═════ INFORMATION SHOWN

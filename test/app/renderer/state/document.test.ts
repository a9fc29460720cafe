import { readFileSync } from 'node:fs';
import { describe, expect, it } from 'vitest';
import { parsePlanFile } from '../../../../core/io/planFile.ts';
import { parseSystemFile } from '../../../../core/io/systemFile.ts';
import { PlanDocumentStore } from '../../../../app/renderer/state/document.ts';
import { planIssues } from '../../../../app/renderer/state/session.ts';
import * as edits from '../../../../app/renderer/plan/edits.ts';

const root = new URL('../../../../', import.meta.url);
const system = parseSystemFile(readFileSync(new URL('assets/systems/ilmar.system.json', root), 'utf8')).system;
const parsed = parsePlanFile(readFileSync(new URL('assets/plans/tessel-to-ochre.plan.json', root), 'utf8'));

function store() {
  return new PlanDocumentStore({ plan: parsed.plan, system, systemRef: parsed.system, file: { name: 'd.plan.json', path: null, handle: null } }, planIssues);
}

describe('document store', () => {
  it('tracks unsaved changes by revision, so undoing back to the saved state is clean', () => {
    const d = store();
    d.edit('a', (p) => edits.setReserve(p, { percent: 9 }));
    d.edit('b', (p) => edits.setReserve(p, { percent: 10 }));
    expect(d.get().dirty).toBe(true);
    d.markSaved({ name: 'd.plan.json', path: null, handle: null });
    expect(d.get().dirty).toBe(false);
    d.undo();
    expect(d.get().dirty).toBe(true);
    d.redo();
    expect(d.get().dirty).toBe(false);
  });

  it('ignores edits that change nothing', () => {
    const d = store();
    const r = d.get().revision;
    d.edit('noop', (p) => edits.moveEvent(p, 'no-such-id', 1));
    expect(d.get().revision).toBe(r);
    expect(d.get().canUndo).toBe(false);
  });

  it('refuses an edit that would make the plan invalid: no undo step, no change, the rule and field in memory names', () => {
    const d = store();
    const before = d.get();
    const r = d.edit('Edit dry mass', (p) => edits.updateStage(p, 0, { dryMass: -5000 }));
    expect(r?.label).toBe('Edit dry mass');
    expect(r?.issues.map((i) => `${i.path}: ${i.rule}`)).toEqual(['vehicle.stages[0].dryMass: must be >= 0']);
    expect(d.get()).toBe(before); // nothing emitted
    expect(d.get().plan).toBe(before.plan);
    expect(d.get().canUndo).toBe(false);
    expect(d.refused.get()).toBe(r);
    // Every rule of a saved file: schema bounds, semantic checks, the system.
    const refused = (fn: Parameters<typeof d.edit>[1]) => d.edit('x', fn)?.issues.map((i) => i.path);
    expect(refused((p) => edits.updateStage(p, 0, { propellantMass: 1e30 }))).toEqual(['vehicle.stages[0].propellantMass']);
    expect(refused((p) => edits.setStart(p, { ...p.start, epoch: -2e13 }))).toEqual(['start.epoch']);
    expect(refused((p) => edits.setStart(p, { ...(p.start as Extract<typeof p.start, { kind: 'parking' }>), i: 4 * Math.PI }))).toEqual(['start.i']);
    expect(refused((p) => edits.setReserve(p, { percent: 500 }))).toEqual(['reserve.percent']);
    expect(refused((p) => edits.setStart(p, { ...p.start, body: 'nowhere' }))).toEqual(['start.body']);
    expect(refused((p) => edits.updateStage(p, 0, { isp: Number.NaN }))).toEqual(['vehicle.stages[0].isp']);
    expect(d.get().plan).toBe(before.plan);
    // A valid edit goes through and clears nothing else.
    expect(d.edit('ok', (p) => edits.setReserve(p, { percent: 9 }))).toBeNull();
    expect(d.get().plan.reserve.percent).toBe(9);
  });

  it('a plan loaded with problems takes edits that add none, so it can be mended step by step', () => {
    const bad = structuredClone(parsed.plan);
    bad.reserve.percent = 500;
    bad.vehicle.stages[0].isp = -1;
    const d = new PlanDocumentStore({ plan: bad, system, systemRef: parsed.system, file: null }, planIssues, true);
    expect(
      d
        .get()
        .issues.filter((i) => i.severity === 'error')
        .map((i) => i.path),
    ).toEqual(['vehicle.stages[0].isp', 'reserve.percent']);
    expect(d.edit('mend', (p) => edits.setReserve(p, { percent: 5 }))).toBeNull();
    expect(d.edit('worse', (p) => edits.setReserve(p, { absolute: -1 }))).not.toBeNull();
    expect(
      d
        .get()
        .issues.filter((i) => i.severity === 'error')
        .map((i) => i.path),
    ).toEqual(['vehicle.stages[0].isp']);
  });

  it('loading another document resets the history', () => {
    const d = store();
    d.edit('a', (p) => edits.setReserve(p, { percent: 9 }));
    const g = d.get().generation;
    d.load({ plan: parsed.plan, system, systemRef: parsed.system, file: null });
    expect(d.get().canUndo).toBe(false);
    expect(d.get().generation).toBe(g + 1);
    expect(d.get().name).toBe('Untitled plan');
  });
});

══════════

- **TASK DESCRIPTION**
Once you have counted the lines above that hold the word "generation", report only that total.

- **YOUR RESPONSE**
2